→ Saved entries:
===============
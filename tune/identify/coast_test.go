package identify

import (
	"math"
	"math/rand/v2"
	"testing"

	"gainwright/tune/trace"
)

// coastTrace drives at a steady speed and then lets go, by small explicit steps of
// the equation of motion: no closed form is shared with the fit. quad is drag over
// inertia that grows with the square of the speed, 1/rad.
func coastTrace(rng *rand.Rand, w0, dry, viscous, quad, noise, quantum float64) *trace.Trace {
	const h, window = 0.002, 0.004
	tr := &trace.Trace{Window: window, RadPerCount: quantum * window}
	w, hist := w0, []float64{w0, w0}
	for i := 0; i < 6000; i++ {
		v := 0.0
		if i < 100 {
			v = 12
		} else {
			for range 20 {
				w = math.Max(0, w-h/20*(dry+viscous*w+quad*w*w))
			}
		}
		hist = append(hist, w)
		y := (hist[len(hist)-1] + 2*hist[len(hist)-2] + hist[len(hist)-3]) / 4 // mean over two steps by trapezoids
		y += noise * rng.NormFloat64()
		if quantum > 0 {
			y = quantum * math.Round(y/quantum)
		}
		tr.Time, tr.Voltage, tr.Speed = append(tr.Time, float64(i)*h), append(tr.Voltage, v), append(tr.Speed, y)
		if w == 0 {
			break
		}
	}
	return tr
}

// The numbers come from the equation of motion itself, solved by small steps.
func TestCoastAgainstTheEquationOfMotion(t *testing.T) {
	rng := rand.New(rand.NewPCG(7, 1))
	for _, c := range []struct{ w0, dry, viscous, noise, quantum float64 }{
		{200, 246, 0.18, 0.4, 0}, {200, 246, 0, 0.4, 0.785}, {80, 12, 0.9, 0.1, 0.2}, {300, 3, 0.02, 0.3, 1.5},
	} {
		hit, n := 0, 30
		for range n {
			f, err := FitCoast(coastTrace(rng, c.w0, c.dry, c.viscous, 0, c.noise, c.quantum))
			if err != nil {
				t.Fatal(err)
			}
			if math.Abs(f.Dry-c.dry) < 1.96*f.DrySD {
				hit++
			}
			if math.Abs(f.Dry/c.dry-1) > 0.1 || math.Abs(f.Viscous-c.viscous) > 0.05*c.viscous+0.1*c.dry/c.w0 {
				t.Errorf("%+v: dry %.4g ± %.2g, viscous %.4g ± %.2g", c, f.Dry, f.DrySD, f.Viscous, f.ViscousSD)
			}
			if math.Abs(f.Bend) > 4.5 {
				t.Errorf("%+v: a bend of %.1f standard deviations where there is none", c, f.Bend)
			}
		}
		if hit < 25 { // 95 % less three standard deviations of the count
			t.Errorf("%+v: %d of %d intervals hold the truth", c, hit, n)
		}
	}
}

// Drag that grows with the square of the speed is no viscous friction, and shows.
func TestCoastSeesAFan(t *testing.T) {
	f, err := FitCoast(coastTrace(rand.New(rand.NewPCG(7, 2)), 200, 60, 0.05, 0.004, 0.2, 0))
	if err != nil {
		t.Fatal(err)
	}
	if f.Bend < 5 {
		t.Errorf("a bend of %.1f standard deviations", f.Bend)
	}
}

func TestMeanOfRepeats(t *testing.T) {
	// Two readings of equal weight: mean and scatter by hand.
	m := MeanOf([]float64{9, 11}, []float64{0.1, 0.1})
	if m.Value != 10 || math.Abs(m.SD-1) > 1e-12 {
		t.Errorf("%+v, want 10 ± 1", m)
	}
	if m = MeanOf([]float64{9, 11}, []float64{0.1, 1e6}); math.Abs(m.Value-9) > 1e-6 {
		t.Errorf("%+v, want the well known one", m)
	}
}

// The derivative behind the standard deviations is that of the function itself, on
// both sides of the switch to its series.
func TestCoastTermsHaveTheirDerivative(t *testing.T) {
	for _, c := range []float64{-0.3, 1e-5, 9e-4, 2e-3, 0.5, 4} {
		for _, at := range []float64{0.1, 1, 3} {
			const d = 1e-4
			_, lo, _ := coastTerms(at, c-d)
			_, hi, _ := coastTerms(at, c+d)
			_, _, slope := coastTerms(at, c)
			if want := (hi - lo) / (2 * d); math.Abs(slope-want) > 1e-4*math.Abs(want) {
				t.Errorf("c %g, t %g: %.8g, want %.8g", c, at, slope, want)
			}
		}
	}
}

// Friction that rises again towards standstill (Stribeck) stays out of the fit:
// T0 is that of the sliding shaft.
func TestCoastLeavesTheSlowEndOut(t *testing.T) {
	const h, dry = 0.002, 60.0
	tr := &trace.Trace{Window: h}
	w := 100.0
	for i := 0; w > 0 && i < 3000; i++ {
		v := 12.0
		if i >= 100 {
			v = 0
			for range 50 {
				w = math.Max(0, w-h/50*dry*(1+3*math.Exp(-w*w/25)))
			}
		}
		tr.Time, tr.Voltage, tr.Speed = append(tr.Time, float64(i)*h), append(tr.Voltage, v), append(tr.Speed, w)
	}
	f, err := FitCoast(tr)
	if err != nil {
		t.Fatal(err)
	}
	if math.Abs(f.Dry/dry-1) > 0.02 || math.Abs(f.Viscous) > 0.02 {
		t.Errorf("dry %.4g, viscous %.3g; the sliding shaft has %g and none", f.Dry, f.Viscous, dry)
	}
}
===============
→ What the exercise asks:
An exact copy of every line above is what this asks for.

→ Response to the exercise:
filename tune/identify/coast_test.go
package identify

import (
	"math"
	"math/rand/v2"
	"testing"

	"gainwright/tune/trace"
)

// coastTrace drives at a steady speed and then lets go, by small explicit steps of
// the equation of motion: no closed form is shared with the fit. quad is drag over
// inertia that grows with the square of the speed, 1/rad.
func coastTrace(rng *rand.Rand, w0, dry, viscous, quad, noise, quantum float64) *trace.Trace {
	const h, window = 0.002, 0.004
	tr := &trace.Trace{Window: window, RadPerCount: quantum * window}
	w, hist := w0, []float64{w0, w0}
	for i := 0; i < 6000; i++ {
		v := 0.0
		if i < 100 {
			v = 12
		} else {
			for range 20 {
				w = math.Max(0, w-h/20*(dry+viscous*w+quad*w*w))
			}
		}
		hist = append(hist, w)
		y := (hist[len(hist)-1] + 2*hist[len(hist)-2] + hist[len(hist)-3]) / 4 // mean over two steps by trapezoids
		y += noise * rng.NormFloat64()
		if quantum > 0 {
			y = quantum * math.Round(y/quantum)
		}
		tr.Time, tr.Voltage, tr.Speed = append(tr.Time, float64(i)*h), append(tr.Voltage, v), append(tr.Speed, y)
		if w == 0 {
			break
		}
	}
	return tr
}

// The numbers come from the equation of motion itself, solved by small steps.
func TestCoastAgainstTheEquationOfMotion(t *testing.T) {
	rng := rand.New(rand.NewPCG(7, 1))
	for _, c := range []struct{ w0, dry, viscous, noise, quantum float64 }{
		{200, 246, 0.18, 0.4, 0}, {200, 246, 0, 0.4, 0.785}, {80, 12, 0.9, 0.1, 0.2}, {300, 3, 0.02, 0.3, 1.5},
	} {
		hit, n := 0, 30
		for range n {
			f, err := FitCoast(coastTrace(rng, c.w0, c.dry, c.viscous, 0, c.noise, c.quantum))
			if err != nil {
				t.Fatal(err)
			}
			if math.Abs(f.Dry-c.dry) < 1.96*f.DrySD {
				hit++
			}
			if math.Abs(f.Dry/c.dry-1) > 0.1 || math.Abs(f.Viscous-c.viscous) > 0.05*c.viscous+0.1*c.dry/c.w0 {
				t.Errorf("%+v: dry %.4g ± %.2g, viscous %.4g ± %.2g", c, f.Dry, f.DrySD, f.Viscous, f.ViscousSD)
			}
			if math.Abs(f.Bend) > 4.5 {
				t.Errorf("%+v: a bend of %.1f standard deviations where there is none", c, f.Bend)
			}
		}
		if hit < 25 { // 95 % less three standard deviations of the count
			t.Errorf("%+v: %d of %d intervals hold the truth", c, hit, n)
		}
	}
}

// Drag that grows with the square of the speed is no viscous friction, and shows.
func TestCoastSeesAFan(t *testing.T) {
	f, err := FitCoast(coastTrace(rand.New(rand.NewPCG(7, 2)), 200, 60, 0.05, 0.004, 0.2, 0))
	if err != nil {
		t.Fatal(err)
	}
	if f.Bend < 5 {
		t.Errorf("a bend of %.1f standard deviations", f.Bend)
	}
}

func TestMeanOfRepeats(t *testing.T) {
	// Two readings of equal weight: mean and scatter by hand.
	m := MeanOf([]float64{9, 11}, []float64{0.1, 0.1})
	if m.Value != 10 || math.Abs(m.SD-1) > 1e-12 {
		t.Errorf("%+v, want 10 ± 1", m)
	}
	if m = MeanOf([]float64{9, 11}, []float64{0.1, 1e6}); math.Abs(m.Value-9) > 1e-6 {
		t.Errorf("%+v, want the well known one", m)
	}
}

// The derivative behind the standard deviations is that of the function itself, on
// both sides of the switch to its series.
func TestCoastTermsHaveTheirDerivative(t *testing.T) {
	for _, c := range []float64{-0.3, 1e-5, 9e-4, 2e-3, 0.5, 4} {
		for _, at := range []float64{0.1, 1, 3} {
			const d = 1e-4
			_, lo, _ := coastTerms(at, c-d)
			_, hi, _ := coastTerms(at, c+d)
			_, _, slope := coastTerms(at, c)
			if want := (hi - lo) / (2 * d); math.Abs(slope-want) > 1e-4*math.Abs(want) {
				t.Errorf("c %g, t %g: %.8g, want %.8g", c, at, slope, want)
			}
		}
	}
}

// Friction that rises again towards standstill (Stribeck) stays out of the fit:
// T0 is that of the sliding shaft.
func TestCoastLeavesTheSlowEndOut(t *testing.T) {
	const h, dry = 0.002, 60.0
	tr := &trace.Trace{Window: h}
	w := 100.0
	for i := 0; w > 0 && i < 3000; i++ {
		v := 12.0
		if i >= 100 {
			v = 0
			for range 50 {
				w = math.Max(0, w-h/50*dry*(1+3*math.Exp(-w*w/25)))
			}
		}
		tr.Time, tr.Voltage, tr.Speed = append(tr.Time, float64(i)*h), append(tr.Voltage, v), append(tr.Speed, w)
	}
	f, err := FitCoast(tr)
	if err != nil {
		t.Fatal(err)
	}
	if math.Abs(f.Dry/dry-1) > 0.02 || math.Abs(f.Viscous) > 0.02 {
		t.Errorf("dry %.4g, viscous %.3g; the sliding shaft has %g and none", f.Dry, f.Viscous, dry)
	}
}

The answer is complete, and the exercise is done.